Rapid advances in Large Language Models (LLMs) create new opportunities by enabling efficient exploration of broad, complex design spaces. This is particularly valuable in computer architecture, where performance depends on microarchitectural designs and policies drawn from vast combinatorial spaces. We introduce Agentic Architect, an agentic AI framework for computer architecture design exploration and optimization that combines LLM-driven code evolution with cycle-accurate simulation. The human architect specifies the optimization target, seed design, scoring function, simulator interface, and benchmark split, while the LLM explores implementations within these constraints. Across cache replacement, data prefetching, and branch prediction, Agentic Architect matches or exceeds state-of-the-art designs. Our best evolved cache replacement design achieves a 1.062x geomean IPC speedup over LRU, 0.6% over Mockingjay (1.056x). Our evolved branch predictor achieves a 1.100x geomean IPC speedup over Bimodal, 1.5% over its Hashed Perceptron seed (1.085x). Finally, our evolved prefetcher achieves a 1.76x geomean IPC speedup over no prefetching, 17% over its VA/AMPM Lite seed (1.59x) and 21% over SMS (1.55x). Our analysis surfaces several findings about agentic AI-driven microarchitecture design. Across evolved designs, components often correspond to known techniques; the novelty lies in how they are coordinated. The architect's role is shifting, but the human remains central. Seed quality bounds what search can achieve: evolution can refine and extend an existing mechanism, but cannot compensate for a weak foundation. Likewise, objectives, constraints, and prompt guidance affect reliability and generalization. Overall, Agentic Architect is the first end-to-end open-source framework for agentic AI architecture exploration and optimization.

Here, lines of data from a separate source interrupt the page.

def test_long_text_is_resolved_whole(mixed):
    result = next(r for r in mixed[1] if r["id"] == "long")
    assert result["text"] == LONG_TEXT
    values = [m["value"] for m in result["mentions"]]
    assert values == ["2026-W48"] * 2000 + ["2026-12-02"]


def test_unicode_text_keeps_its_characters_and_offsets(mixed):
    result = next(r for r in mixed[1] if r["id"] == "unicode")
    assert result["text"] == UNICODE_TEXT
    for m in result["mentions"]:
        assert UNICODE_TEXT[m["char_start"]:m["char_end"]] == m["text"]
    assert [m["text"] for m in result["mentions"]] == ["yesterday", "today"]


# --- the run: exit code, streams, summary -------------------------------------------------------


def test_errors_do_not_change_the_exit_code_and_the_summary_counts_them(capsys, tmp_path):
    log = write_log(tmp_path / "log.jsonl", [jl({"id": 1, "text": "closed today or yesterday"}),
                                             b"{oops", jl({"id": 3, "text": "no time here"}),
                                             jl({"id": 4, "text": "closed last week"})])
    code, out, err = batch(capsys, str(log), *CLOCK)
    assert code == 0
    assert [r["id"] for r in records(out)] == [1, None, 3, 4]
    assert [line for line in err.splitlines() if line] == [err.strip()]
    match = SUMMARY.match(err.strip())
    assert match and match.groups() == ("4", "3", "1")


def test_without_a_file_it_reads_stdin_and_writes_stdout(capsys, monkeypatch):
    monkeypatch.setattr(sys, "stdin", io.StringIO('{"id": "a", "text": "closed today"}\n[]\n'))
    code, out, err = batch(capsys, *CLOCK)
    assert code == 0
    assert [(r["id"], r["error"]) for r in records(out)] == [
        ("a", None), (None, "line 2: expected a JSON object with 'text', got array")]
    assert SUMMARY.match(err.strip()).groups() == ("2", "1", "1")


def test_a_dash_means_stdin(capsys, monkeypatch):
    monkeypatch.setattr(sys, "stdin", io.StringIO('{"text": "closed today"}\n'))
    code, out, _ = batch(capsys, "-", *CLOCK)
    assert code == 0 and records(out)[0]["mentions"][0]["value"] == "2026-12-02"


def test_a_last_line_without_newline_is_still_a_line(capsys, monkeypatch):
    monkeypatch.setattr(sys, "stdin", io.StringIO('{"text": "today"}\n{"text": "yesterday"}'))
    _, out, _ = batch(capsys, *CLOCK)
    assert [r["mentions"][0]["value"] for r in records(out)] == ["2026-12-02", "2026-12-01"]


def test_an_empty_input_gives_an_empty_output(capsys, monkeypatch):
    monkeypatch.setattr(sys, "stdin", io.StringIO(""))
    code, out, err = batch(capsys, *CLOCK)
    assert (code, out) == (0, "") and SUMMARY.match(err.strip()).groups() == ("0", "0", "0")


def test_dash_o_writes_the_file_and_nothing_to_stdout(capsys, tmp_path):
    log = write_log(tmp_path / "in.jsonl", [jl({"id": "x", "text": "closed today"}), b"{"])
    target = tmp_path / "out.jsonl"
    code, out, err = batch(capsys, str(log), "-o", str(target), *CLOCK)
    assert (code, out) == (0, "")
    assert [r["id"] for r in records(target.read_bytes().decode("utf-8"))] == ["x", None]
    assert SUMMARY.match(err.strip())


def test_a_missing_input_file_is_a_one_line_error(capsys, tmp_path):
    code, out, err = batch(capsys, str(tmp_path / "absent.jsonl"), *CLOCK)
    assert (code, out) == (2, "")
    assert err.startswith("nlnorm: error: ") and "absent.jsonl" in err and err.count("\n") == 1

翻译：大型语言模型（LLM）的快速进步通过高效探索广泛而复杂的设计空间带来了新的机遇。这在计算机体系结构中尤为宝贵——性能取决于从巨大组合空间中选取的微架构设计与策略。我们提出智能架构师（Agentic Architect），一个将LLM驱动的代码进化与周期精确仿真相结合的智能体AI框架，用于计算机架构设计探索与优化。人类架构师指定优化目标、初始设计、评分函数、仿真器接口及基准测试划分，而LLM在这些约束内探索实现方案。在缓存替换、数据预取和分支预测任务中，智能架构师达到或超越了最先进的设计。我们进化出的最佳缓存替换设计相对LRU获得1.062x的几何平均IPC加速比，比Mockingjay（1.056x）提升0.6%；进化出的分支预测器相对Bimodal获得1.100x的加速比，比其哈希感知机初始设计（1.085x）提升1.5%；进化出的预取器相对无预取获得1.76x的加速比，比VA/AMPM Lite初始设计（1.59x）提升17%，比SMS（1.55x）提升21%。我们的分析揭示了智能体AI驱动的微架构设计的若干发现：在进化出的设计方案中，组件往往对应已知技术，其新颖性在于如何协调这些组件。架构师的角色正在转变，但人类仍然处于核心地位。初始设计质量决定了搜索所能达到的边界：进化可以优化和扩展现有机制，但无法弥补薄弱的基础。同样，目标、约束和提示指导影响可靠性和泛化能力。总体而言，智能架构师是首个面向智能体AI架构探索与优化的端到端开源框架。